Excerpted data
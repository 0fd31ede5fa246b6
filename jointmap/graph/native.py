"""The same graph out of GTSAM's own factors, where these say exactly what our models say.

For comparison only: as a baseline of speed, and as the outside check of our linearisation. A plain
loop with cached noise models is the fastest way to build (no bulk call exists in the wheel).

Keys are variable indices: pose ``i`` is key ``i``, landmark ``l`` is key ``P + l``.
"""

from __future__ import annotations

from collections.abc import Callable, Sequence
from dataclasses import dataclass
from typing import Any

import gtsam
import numpy as np
from numpy.typing import NDArray

from jointmap.frames import Group
from jointmap.graph.problem import Block, State

Floats = NDArray[np.float64]
Ints = NDArray[np.int64]
Bools = NDArray[np.bool_]

#: Makes the factor of one row from its keys, what was observed and its noise model.
_Make = Callable[[int, int, Any, Any], Any]
_POLAR = ("bearing_rad", "range_m")


@dataclass(frozen=True)
class NativeBlock:
    """A block and how its residuals are whitened.

    ``whiten`` (n, m, m) with ``W^T W`` the information, or standard deviations (n, m);
    ``robust`` a ``gtsam.noiseModel.mEstimator`` or None.
    """

    block: Block
    whiten: Floats
    robust: Any = None


def native_graph(
    group: Group,
    blocks: Sequence[NativeBlock],
    landmark_of_track: Ints,
    n_poses: int,
    oriented: Bools | None = None,
) -> gtsam.NonlinearFactorGraph:
    """GTSAM's nonlinear graph of blocks.

    Parameters
    ----------
    group : Group
    blocks : sequence of NativeBlock
    landmark_of_track : (T,) int
        Landmark that each track is.
    n_poses : int
        Landmark ``l`` has the key ``n_poses + l``.
    oriented : (L,) bool or None
        Landmarks that are poses.

    Raises
    ------
    ValueError
        GTSAM has no factor that equals our model of a block; see :func:`expressible`.
    """
    graph = gtsam.NonlinearFactorGraph()
    for item in blocks:
        block = item.block
        a, b, poses = _ends(block, landmark_of_track, n_poses, oriented)
        make = _factor(group, block, poses)
        if make is None:
            raise ValueError(f"no factor of GTSAM equals {block.kind} of {block.components}")
        models = noise_models(item.whiten, item.robust)
        for key_a, key_b, z, model in zip(a, b, _observed(group, block), models, strict=True):
            graph.add(make(key_a, key_b, z, model))
    return graph


def expressible(
    group: Group, block: Block, oriented: Bools | None, landmark_of_track: Ints
) -> bool:
    """Whether :func:`native_graph` has a factor for the block.

    It has: relative poses between bodies themselves (no mounting, no motion to the instant) or to
    a tag; in the plane bearing, range or both, of points and of bodies, and range in space, all
    from the body's origin; fixes (in the plane: antenna at the origin); control points. It has not:
    Cartesian sightings, elevations (GTSAM's bearing in space is a direction with a tangent of its
    own), gravity (GTSAM takes the sine of the tilt).
    """
    return _factor(group, block, _ends(block, landmark_of_track, 0, oriented)[2]) is not None


def native_values(group: Group, state: State, oriented: Bools | None = None) -> gtsam.Values:
    """GTSAM's values of a state; landmarks without a value are left out."""
    values, count = gtsam.Values(), len(state.poses)
    for key, pose in enumerate(_native_poses(group, state.poses)):
        values.insert(key, pose)
    for index, point in enumerate(state.landmarks):
        if np.isnan(point).any():
            continue
        if oriented is not None and oriented[index]:
            assert state.orientations is not None
            tag = group.build(state.orientations[index], point)
            values.insert(count + index, _native_poses(group, tag[None])[0])
        else:
            values.insert(count + index, point)
    return values


def noise_models(whiten: Floats, robust: Any = None) -> list[Any]:
    """One noise model per row (n,), made once for equal rows."""
    if whiten.ndim == 2:
        root = (1.0 / whiten)[:, :, None] * np.eye(whiten.shape[1])
    else:
        # GTSAM wants the upper triangular root of the information (it reads no more than that).
        lower = np.linalg.cholesky(np.swapaxes(whiten, 1, 2) @ whiten)
        root = np.ascontiguousarray(np.swapaxes(lower, 1, 2))
    known: dict[bytes, Any] = {}
    out = []
    for r in root:
        name = r.tobytes()
        model = known.get(name)
        if model is None:
            model = gtsam.noiseModel.Gaussian.SqrtInformation(r)
            if robust is not None:
                model = gtsam.noiseModel.Robust.Create(robust, model)
            known[name] = model
        out.append(model)
    return out


def _ends(
    block: Block, landmark_of_track: Ints, n_poses: int, oriented: Bools | None
) -> tuple[list[int], list[int], bool | None]:
    """Keys of both ends, and whether end b is a pose; None where it is now one, now the other."""
    if block.kind not in ("sighting", "control"):
        return block.a.tolist(), block.b.tolist(), True
    landmark = landmark_of_track[block.b] if block.kind == "sighting" else block.b
    posed = np.zeros(block.n, dtype=bool) if oriented is None else oriented[landmark]
    poses = None if posed.any() and not posed.all() else bool(posed.any())
    return block.a.tolist(), (n_poses + landmark).tolist(), poses


def _observed(group: Group, block: Block) -> Sequence[Any]:
    """What each row observed, in GTSAM's types."""
    if block.components == ("pose",):
        return _native_poses(group, block.obs)
    if block.kind == "fix" and group.dim == 3:
        lever = np.broadcast_to(group.translation(block.frame_a), block.obs.shape)
        return list(zip(block.obs, np.ascontiguousarray(lever), strict=True))
    if block.kind in ("fix", "control"):
        return list(block.obs)
    if block.components == _POLAR:
        angle, distance = block.obs.T.tolist()
        return list(zip(map(gtsam.Rot2.fromAngle, angle), distance, strict=True))
    column = block.obs[:, 0].tolist()
    return list(map(gtsam.Rot2.fromAngle, column)) if "bearing" in block.components[0] else column


def _native_poses(group: Group, poses: Floats) -> list[Any]:
    if group.dim == 2:
        return [gtsam.Pose2(x, y, yaw) for x, y, yaw in poses.tolist()]
    turns = np.ascontiguousarray(group.rotation(poses))
    shifts = np.ascontiguousarray(group.translation(poses))
    return [gtsam.Pose3(gtsam.Rot3(r), t) for r, t in zip(turns, shifts, strict=True)]


def _factor(group: Group, block: Block, poses: bool | None) -> _Make | None:
    """The maker of a block's factors, None where GTSAM has none that is equal."""
    plane = group.dim == 2
    if poses is None:
        return None
    if block.kind == "control":
        prior: Any
        if poses:
            prior = gtsam.PoseTranslationPrior2D if plane else gtsam.PoseTranslationPrior3D
        else:
            prior = gtsam.PriorFactorPoint2 if plane else gtsam.PriorFactorPoint3
        return lambda _, b, z, model: prior(b, z, model)
    if block.kind == "fix":
        if plane:
            fix = gtsam.PoseTranslationPrior2D
            none = not group.translation(block.frame_a).any()
            return (lambda a, _, z, model: fix(a, z, model)) if none else None
        return lambda a, _, z, model: gtsam.GPSFactorArm(a, z[0], z[1], model)
    if not (_is_identity(group, block.frame_a) and _ends_at_body(group, block)):
        return None
    if block.components == ("pose",):
        between = gtsam.BetweenFactorPose2 if plane else gtsam.BetweenFactorPose3
        return between if poses else None
    return _sight(block.components, plane, poses)


def _sight(components: tuple[str, ...], plane: bool, poses: bool) -> _Make | None:
    """Makers for bearing and range."""
    if components == ("range_m",):
        solid = gtsam.RangeFactorPose3 if poses else gtsam.RangeFactor3D
        flat = gtsam.RangeFactorPose2 if poses else gtsam.RangeFactor2D
        return flat if plane else solid
    if not plane:
        return None
    if components == ("bearing_rad",):
        return gtsam.BearingFactorPose2 if poses else gtsam.BearingFactor2D
    if components == _POLAR:
        kind = gtsam.BearingRangeFactorPose2 if poses else gtsam.BearingRangeFactor2D
        return lambda a, b, z, model: kind(a, b, z[0], z[1], model)
    return None


def _ends_at_body(group: Group, block: Block) -> bool:
    """Whether what is seen is the origin (for poses: the frame) of the other end itself."""
    if block.kind == "sighting":
        return True
    if block.components == ("pose",):
        return _is_identity(group, block.frame_b)
    return not group.translation(block.frame_b).any()


def _is_identity(group: Group, pose: Floats) -> bool:
    return bool((pose == group.identity(1)).all())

Work task
Each line above that holds the string "between" should be copied and shown.

Result
    It has: relative poses between bodies themselves (no mounting, no motion to the instant) or to
        between = gtsam.BetweenFactorPose2 if plane else gtsam.BetweenFactorPose3
        return between if poses else None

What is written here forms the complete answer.